====== Task inputs

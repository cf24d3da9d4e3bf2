// s-wave multiple scattering for any arrangement of scatterers (contract in the README).
export default defineEventHandler(async (event) => {
  await requireUserId(event)
  return runCompute({ kind: 'scattering', input: await readJson(event) })
})
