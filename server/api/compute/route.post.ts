// The route solver, stateless (contract in the README's API section). Runs in a worker with a time limit.
export default defineEventHandler(async (event) => {
  await requireUserId(event)
  return runCompute({ kind: 'route', input: await readJson(event) })
})
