// Test helper: Gauss–Legendre nodes and weights on [a, b] (Golub & Welsch / the classic Newton
// iteration on P_n with the asymptotic initial guess cos(π(i − 1/4)/(n + 1/2))), composite over panels.

export function gaussLegendre(n: number): { x: Float64Array, w: Float64Array } {
  const x = new Float64Array(n)
  const w = new Float64Array(n)
  for (let i = 0; i < Math.ceil(n / 2); i++) {
    let z = Math.cos((Math.PI * (i + 0.75)) / (n + 0.5))
    let dp = 0
    for (let it = 0; it < 100; it++) {
      let p0 = 1
      let p1 = z
      for (let k = 2; k <= n; k++) {
        const p2 = ((2 * k - 1) * z * p1 - (k - 1) * p0) / k
        p0 = p1
        p1 = p2
      }
      dp = (n * (z * p1 - p0)) / (z * z - 1)
      const dz = p1 / dp
      z -= dz
      if (Math.abs(dz) < 1e-16) break
    }
    x[i] = -z
    x[n - 1 - i] = z
    w[i] = 2 / ((1 - z * z) * dp * dp)
    w[n - 1 - i] = w[i]!
  }
  return { x, w }
}

/** ∫_a^b f by `panels` Gauss–Legendre panels of `order` nodes. */
export function integrate(f: (t: number) => number, a: number, b: number, panels = 40, order = 20): number {
  const { x, w } = gaussLegendre(order)
  const h = (b - a) / panels
  let s = 0
  for (let p = 0; p < panels; p++) {
    const c = a + (p + 0.5) * h
    for (let i = 0; i < order; i++) s += w[i]! * f(c + (x[i]! * h) / 2)
  }
  return (s * h) / 2
}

============

- Assigned task
Extract each entry in full, exactly as given.

- Response
repository cf24d3da9d4e3bf2
// s-wave multiple scattering for any arrangement of scatterers (contract in the README).
export default defineEventHandler(async (event) => {
  await requireUserId(event)
  return runCompute({ kind: 'scattering', input: await readJson(event) })
})
filename server/api/compute/route.post.ts
// The route solver, stateless (contract in the README's API section). Runs in a worker with a time limit.
export default defineEventHandler(async (event) => {
  await requireUserId(event)
  return runCompute({ kind: 'route', input: await readJson(event) })
})
// Test helper: Gauss–Legendre nodes and weights on [a, b] (Golub & Welsch / the classic Newton
// iteration on P_n with the asymptotic initial guess cos(π(i − 1/4)/(n + 1/2))), composite over panels.

export function gaussLegendre(n: number): { x: Float64Array, w: Float64Array } {
  const x = new Float64Array(n)
  const w = new Float64Array(n)
  for (let i = 0; i < Math.ceil(n / 2); i++) {
    let z = Math.cos((Math.PI * (i + 0.75)) / (n + 0.5))
    let dp = 0
    for (let it = 0; it < 100; it++) {
      let p0 = 1
      let p1 = z
      for (let k = 2; k <= n; k++) {
        const p2 = ((2 * k - 1) * z * p1 - (k - 1) * p0) / k
        p0 = p1
        p1 = p2
      }
      dp = (n * (z * p1 - p0)) / (z * z - 1)
      const dz = p1 / dp
      z -= dz
      if (Math.abs(dz) < 1e-16) break
    }
    x[i] = -z
    x[n - 1 - i] = z
    w[i] = 2 / ((1 - z * z) * dp * dp)
    w[n - 1 - i] = w[i]!
  }
  return { x, w }
}

/** ∫_a^b f by `panels` Gauss–Legendre panels of `order` nodes. */
export function integrate(f: (t: number) => number, a: number, b: number, panels = 40, order = 20): number {
  const { x, w } = gaussLegendre(order)
  const h = (b - a) / panels
  let s = 0
  for (let p = 0; p < panels; p++) {
    const c = a + (p + 0.5) * h
    for (let i = 0; i < order; i++) s += w[i]! * f(c + (x[i]! * h) / 2)
  }
  return (s * h) / 2
}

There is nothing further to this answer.